The LPGA is filled with players from other countries, particularly Asia. The reason is a simple one; they play better golf. You can credit the highly competitive leagues in Asian countries like the LPGA of Japan and the LPGA of Korea. In addition to competitive ladies golf in Europe and Australia, we have developed an international sport with capable competitors.
Nobody worries that the PGA will collapse because the current No. 1 and No. 2 ranked players on the PGA aren't American. With the exception of five weeks in 2010, there hasn't been an American woman ranked No. 1 since February 2006. Why can't international ladies be accepted the way Ian Poulter, Lee Westwood, Rory McIlroy or Martin Kaymer have been on the PGA?
Does the fault lie in the marketing of the LPGA and it's players? Many would argue that sex sells and we should put Natalie Gulbis, Paula Creamer, Morgan Pressel and Michelle Wie semi-nude in photos with golf equipment.
That's really not the answer, because the product that you want to prioritize is the quality of the golf being played. It's why you don't see players from the Champions Tour posing shirtless on the beach with a sand wedge. The LPGA and it's players need to be seen in a positive light, and that involves unifying as an organization and being available for the charitable events of corporate sponsors.

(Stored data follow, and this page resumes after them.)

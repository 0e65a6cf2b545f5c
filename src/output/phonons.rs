//! Files of a case's lattice: the phonon transmission spectrum with the
//! κph integrand (phonon_spectrum.csv), its figure
//! (phonon_transmission.svg) and the `lattice` object of summary.json.

use super::plots::{Series, line_chart_svg};
use super::schema::summary::LatticeSummary;
use super::schema::tables::{PhononPoints, phonon_spectrum};
use super::{OutputError, Staging};
use crate::case::{Resolved, phonon_energy_mev};
use crate::lattice::PhononSpectrum;

/// File name of the phonon transmission figure.
pub const PHONON_FIGURE: &str = "phonon_transmission.svg";

/// The `lattice` object of summary.json: κph of the lattice at
/// `temperature_k`, what ZT uses, the band top and the number of nodes.
pub fn lattice_summary(
    resolved: &Resolved,
    spectrum: &PhononSpectrum,
    temperature_k: f64,
) -> LatticeSummary {
    let top = resolved
        .lattice
        .as_ref()
        .map_or(f64::NAN, |l| phonon_energy_mev(l.band_top_rad_per_ps()));
    // A damped lattice conducts with its probes floating (what ZT uses);
    // a network that failed leaves the number undefined.
    let kappa = match resolved.probe_network() {
        Some(net) => net.map_or(f64::NAN, |n| n.floating_conductance(temperature_k)),
        None => spectrum.conductance(temperature_k),
    };
    LatticeSummary {
        temperature_k,
        phonon_conductance_w_per_k: kappa,
        phonon_conductance_source: resolved.phonon_conductance_source(),
        band_top_mev: top,
        frequency_points: spectrum.len(),
    }
}

/// Ξ against ħω (meV).
pub fn phonon_transmission_svg(spectrum: &PhononSpectrum) -> Result<String, OutputError> {
    let x: Vec<f64> = spectrum
        .omega_rad_per_ps
        .iter()
        .map(|&w| phonon_energy_mev(w))
        .collect();
    line_chart_svg(
        "Phonon transmission",
        "phonon energy ħω (meV)",
        "transmission Ξ",
        &[Series {
            label: "Ξ(ħω)",
            x: &x,
            y: &spectrum.transmission,
        }],
        &[],
    )
}

/// Writes phonon_spectrum.csv (integrand at `temperature_k`) and the
/// transmission figure into `stage`.
pub fn write_phonon_files(
    stage: &Staging,
    spectrum: &PhononSpectrum,
    temperature_k: f64,
) -> Result<(), OutputError> {
    let points = PhononPoints {
        spectrum,
        temperature_k,
    };
    let table = phonon_spectrum();
    stage.write(table.file, &table.csv(&points))?;
    stage.write(PHONON_FIGURE, phonon_transmission_svg(spectrum)?.as_bytes())
}
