/// Every file under `dir` (hidden ones too) by relative path, with the
/// [`RUN_FIELDS`] of summary.json taken out; `ranks` is what
/// `energy_split_ranks` must say (absent for one rank).
fn folder_files(dir: &Path, ranks: usize) -> BTreeMap<String, Vec<u8>> {
    let mut files = BTreeMap::new();
    let mut todo = vec![dir.to_path_buf()];
    while let Some(d) = todo.pop() {
        for entry in std::fs::read_dir(&d).unwrap() {
            let path = entry.unwrap().path();
            if path.is_dir() {
                todo.push(path);
                continue;
            }
            let name = path
                .strip_prefix(dir)
                .unwrap()
                .to_string_lossy()
                .into_owned();
            let mut bytes = std::fs::read(&path).unwrap();
            if name == "summary.json" {
                let mut v: serde_json::Value = serde_json::from_slice(&bytes).unwrap();
                let o = v.as_object_mut().unwrap();
                // Only a solve's summary records the split.
                let split = o.get("energy_split_ranks").and_then(|r| r.as_u64());
                let want = (ranks > 1 && o["kind"] == "solve").then_some(ranks as u64);
                assert_eq!(split, want, "energy_split_ranks in {}", dir.display());
                for field in RUN_FIELDS {
                    o.remove(field);
                }
                bytes = serde_json::to_vec_pretty(&v).unwrap();
            }
            files.insert(name, bytes);
        }
    }
    assert!(!files.is_empty(), "no files in {}", dir.display());
    files
}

The next task is to secure the future by appealing to families and the youth of America. Fathers need to introduce their daughters to the sport of golf. When your little princess gets a few curves and the young boys start calling and texting, you'll appreciate being able to spend a few hours of quality time talking with your pre-teen during a round of golf.

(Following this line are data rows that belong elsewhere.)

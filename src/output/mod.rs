//! Result files: atomic writers for CSV, JSON and .npy, and the staging of
//! whole result folders.
//!
//! Every file is written to a temporary name in the same folder and renamed,
//! so a crash never leaves a half-written file that looks whole. A result
//! folder is assembled in a staging folder beside its final place and
//! swapped in at the end: an interrupted run leaves the old folder (or, in
//! the instant between the two renames, the old folder under a `.old-`
//! name) and never a mix of old and new files.

pub mod plots;
pub mod report;
pub mod results;

use std::fs;
use std::io::Write;
use std::path::{Path, PathBuf};

/// I/O errors with the path involved.
#[derive(Debug, thiserror::Error)]
pub enum OutputError {
    /// A file or folder operation failed.
    #[error("{action} {path}: {source}")]
    Io {
        /// What was being done.
        action: &'static str,
        /// The path.
        path: PathBuf,
        /// The cause.
        source: std::io::Error,
    },
    /// Encoding a file failed.
    #[error("encoding {path}: {message}")]
    Encode {
        /// The path.
        path: PathBuf,
        /// What went wrong.
        message: String,
    },
    /// Drawing a figure failed or its data cannot be drawn.
    #[error("figure {figure}: {message}")]
    Plot {
        /// The figure (file name or title).
        figure: String,
        /// What went wrong, with the numbers involved.
        message: String,
    },
    /// A result folder cannot be reported on.
    #[error("report of {path}: {message}")]
    Report {
        /// The folder.
        path: PathBuf,
        /// What went wrong.
        message: String,
    },
}

fn io<'a>(action: &'static str, path: &'a Path) -> impl FnOnce(std::io::Error) -> OutputError + 'a {
    move |source| OutputError::Io {
        action,
        path: path.to_path_buf(),
        source,
    }
}

/// Write `bytes` to `path` through a temporary file and a rename.
pub fn atomic_write(path: &Path, bytes: &[u8]) -> Result<(), OutputError> {
    let dir = path.parent().unwrap_or(Path::new("."));
    let name = path
        .file_name()
        .map(|n| n.to_string_lossy().into_owned())
        .unwrap_or_default();
    let tmp = dir.join(format!(".{name}.tmp-{}", std::process::id()));
    {
        let mut f = fs::File::create(&tmp).map_err(io("creating", &tmp))?;
        f.write_all(bytes).map_err(io("writing", &tmp))?;
        f.sync_all().map_err(io("syncing", &tmp))?;
    }
    fs::rename(&tmp, path).map_err(io("renaming into place", path))
}

/// A table with named columns (units in the names) written as CSV.
pub fn csv_bytes(headers: &[&str], rows: impl IntoIterator<Item = Vec<f64>>) -> Vec<u8> {
    let mut w = csv::Writer::from_writer(Vec::new());
    w.write_record(headers).expect("in-memory CSV");
    for row in rows {
        w.write_record(row.iter().map(|v| format_number(*v)))
            .expect("in-memory CSV");
    }
    w.into_inner().expect("in-memory CSV")
}

/// Shortest text that reads back to the same f64.
pub fn format_number(v: f64) -> String {
    if v.is_finite() {
        format!("{v:e}")
    } else {
        v.to_string()
    }
}

/// Serialize an array as .npy bytes.
pub fn npy_bytes<A, D>(
    array: &ndarray::ArrayBase<A, D>,
    path: &Path,
) -> Result<Vec<u8>, OutputError>
where
    A: ndarray::Data,
    A::Elem: ndarray_npy::WritableElement,
    D: ndarray::Dimension,
{
    use ndarray_npy::WriteNpyExt;
    let mut buf = Vec::new();
    array.write_npy(&mut buf).map_err(|e| OutputError::Encode {
        path: path.to_path_buf(),
        message: e.to_string(),
    })?;
    Ok(buf)
}

/// A result folder being assembled.
pub struct Staging {
    final_dir: PathBuf,
    dir: PathBuf,
}

impl Staging {
    /// Start assembling `final_dir` (its parent is created if missing).
    pub fn new(final_dir: &Path) -> Result<Self, OutputError> {
        let parent = final_dir
            .parent()
            .filter(|p| !p.as_os_str().is_empty())
            .unwrap_or(Path::new("."));
        fs::create_dir_all(parent).map_err(io("creating", parent))?;
        let name = final_dir
            .file_name()
            .map(|n| n.to_string_lossy().into_owned())
            .unwrap_or_else(|| "result".into());
        let dir = parent.join(format!(".{name}.partial-{}", std::process::id()));
        if dir.exists() {
            fs::remove_dir_all(&dir).map_err(io("clearing", &dir))?;
        }
        fs::create_dir_all(&dir).map_err(io("creating", &dir))?;
        Ok(Self {
            final_dir: final_dir.to_path_buf(),
            dir,
        })
    }

    /// Path of a file inside the staging folder.
    pub fn path(&self, name: &str) -> PathBuf {
        self.dir.join(name)
    }

    /// Write one file into the staging folder.
    pub fn write(&self, name: &str, bytes: &[u8]) -> Result<(), OutputError> {
        atomic_write(&self.path(name), bytes)
    }

    /// Swap the staged folder into place.
    pub fn commit(self) -> Result<PathBuf, OutputError> {
        let old = self.final_dir.with_file_name(format!(
            ".{}.old-{}",
            self.final_dir
                .file_name()
                .map(|n| n.to_string_lossy().into_owned())
                .unwrap_or_default(),
            std::process::id()
        ));
        let had_old = self.final_dir.exists();
        if had_old {
            fs::rename(&self.final_dir, &old).map_err(io("moving aside", &self.final_dir))?;
        }
        fs::rename(&self.dir, &self.final_dir)
            .map_err(io("renaming into place", &self.final_dir))?;
        if had_old {
            fs::remove_dir_all(&old).map_err(io("removing", &old))?;
        }
        Ok(self.final_dir.clone())
    }
}

impl Drop for Staging {
    fn drop(&mut self) {
        // An abandoned staging folder (error path) is removed; after commit
        // it no longer exists.
        let _ = fs::remove_dir_all(&self.dir);
    }
}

If the LPGA wants players to be household names, market them to the public in commercials and on talk shows. Players on the LPGA rarely get negative press compared to athletes in other sports and therefore make excellent representatives. The players need more exposure in magazines outside of golf. Fight for a woman's golf column in Oprah's magazine, Cosmopolitan, Vogue, Woman's World and W magazine. Ask manufacturers to stop insulting female golfers by painting all ladies golf equipment pink.
Get more involved in women's collegiate golf and help get the Duramed's Futures Tour events sponsored and televised. The men's developmental league called the Nationwide Tour has a respectable following. The public knows that the men on the Nationwide Tour are the stars of tomorrow and it's time for people to feel the same way about the Ladies on the Duramed's Tour.
Finally, it's okay to promote golfers that choose to be models. The LPGA must make sure that they are successful golfers first and attractive second because this is America. There's one thing to remember about the people of America: We Really Love Winners!